▶ [Instructions for the task]: The count of lines with the string "message" in the material is all that should be returned.
### Material provided ###
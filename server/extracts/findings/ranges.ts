import type { Finding } from "#shared/api/extracts.ts";
import { accept, ask, examplesAt, isAccepted, note, said } from "./finding.ts";
import { columnOf, type Look, rowsWhere, type UsedColumn } from "./look.ts";
import { RANGE_RULES, RANGE_RULES_VERSION, type RangeRule } from "./range-rules.ts";

/** More than this share outside is no outlier but another quantity or unit. */
const MANY = 0.2;

const outside = (look: Look, u: UsedColumn, { least, most, unit }: RangeRule): Finding[] => {
  const rows = rowsWhere(u, (v) => v < least || v > most);
  if (rows.length === 0 || isAccepted(look.plan, "out-of-range", u.card.header)) return [];
  const range = `${said(least)} to ${said(most)}${unit === "" ? "" : ` ${unit}`}`;
  const message = `${rows.length} of ${u.given.length} values looked at in “${u.card.header}” lie outside ${range}, where ${u.meaning.label} can be (rules ${RANGE_RULES_VERSION}).`;
  const about = {
    column: u.card.header,
    count: rows.length,
    examples: examplesAt(u.shown, look.lines, rows),
  };
  if (rows.length <= u.given.length * MANY || rows.length === 1)
    return [note("out-of-range", message, "Look at the rows below; they are kept as they are.", about)];
  return [
    ask("out-of-range", message, "Look at the unit and the meaning of the column.", {
      ...about,
      answers: [accept("The values are right"), { value: "means:kept", label: "Leave the column unused" }],
    }),
  ];
};

const errors = (look: Look, u: UsedColumn): Finding[] => {
  if (!u.card.means.endsWith("_err")) return [];
  const about = (rows: readonly number[]) => ({
    column: u.card.header,
    count: rows.length,
    examples: examplesAt(u.shown, look.lines, rows),
  });
  const [zero, negative] = [rowsWhere(u, (v) => v === 0), rowsWhere(u, (v) => v < 0)];
  return [
    ...(zero.length > 0
      ? [
          note(
            "error-zero",
            `${zero.length} errors looked at in “${u.card.header}” are exactly zero. That says that none was determined, so they are left blank.`,
            "Nothing needs to be done.",
            about(zero),
          ),
        ]
      : []),
    ...(negative.length > 0
      ? [
          note(
            "error-negative",
            `${negative.length} errors looked at in “${u.card.header}” are below zero. Such rows will be refused.`,
            "Say that the number is a mark for “no value” if it is one, or mend the file.",
            about(negative),
          ),
        ]
      : []),
  ];
};

const parallaxes = (look: Look): Finding[] => {
  const u = columnOf(look, "parallax");
  if (!u) return [];
  const rows = rowsWhere(u, (v) => v <= 0);
  const blanks = u.shown.texts.length - u.given.length;
  return [
    ...(rows.length > 0
      ? [
          note(
            "parallax-not-positive",
            `${rows.length} stars looked at have a parallax of zero or less. That is normal for faint stars. The measurement is kept, and gives no distance.`,
            "Nothing needs to be done.",
            { column: u.card.header, count: rows.length, examples: examplesAt(u.shown, look.lines, rows) },
          ),
        ]
      : []),
    ...(blanks > 0
      ? [
          note(
            "parallax-blank",
            `${blanks} stars looked at have no parallax.`,
            "Nothing needs to be done; they get a distance only where another column gives one.",
            { column: u.card.header, count: blanks },
          ),
        ]
      : []),
  ];
};

/** Values that a quantity cannot have, and those that are kept but lead nowhere. */
export const rangeFindings = (look: Look): Finding[] => [
  ...RANGE_RULES.flatMap((rule) => {
    const u = columnOf(look, rule.key);
    return u ? outside(look, u, rule) : [];
  }),
  ...look.used.flatMap((u) => errors(look, u)),
  ...parallaxes(look),
];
###
▶ [Exercise output]: 3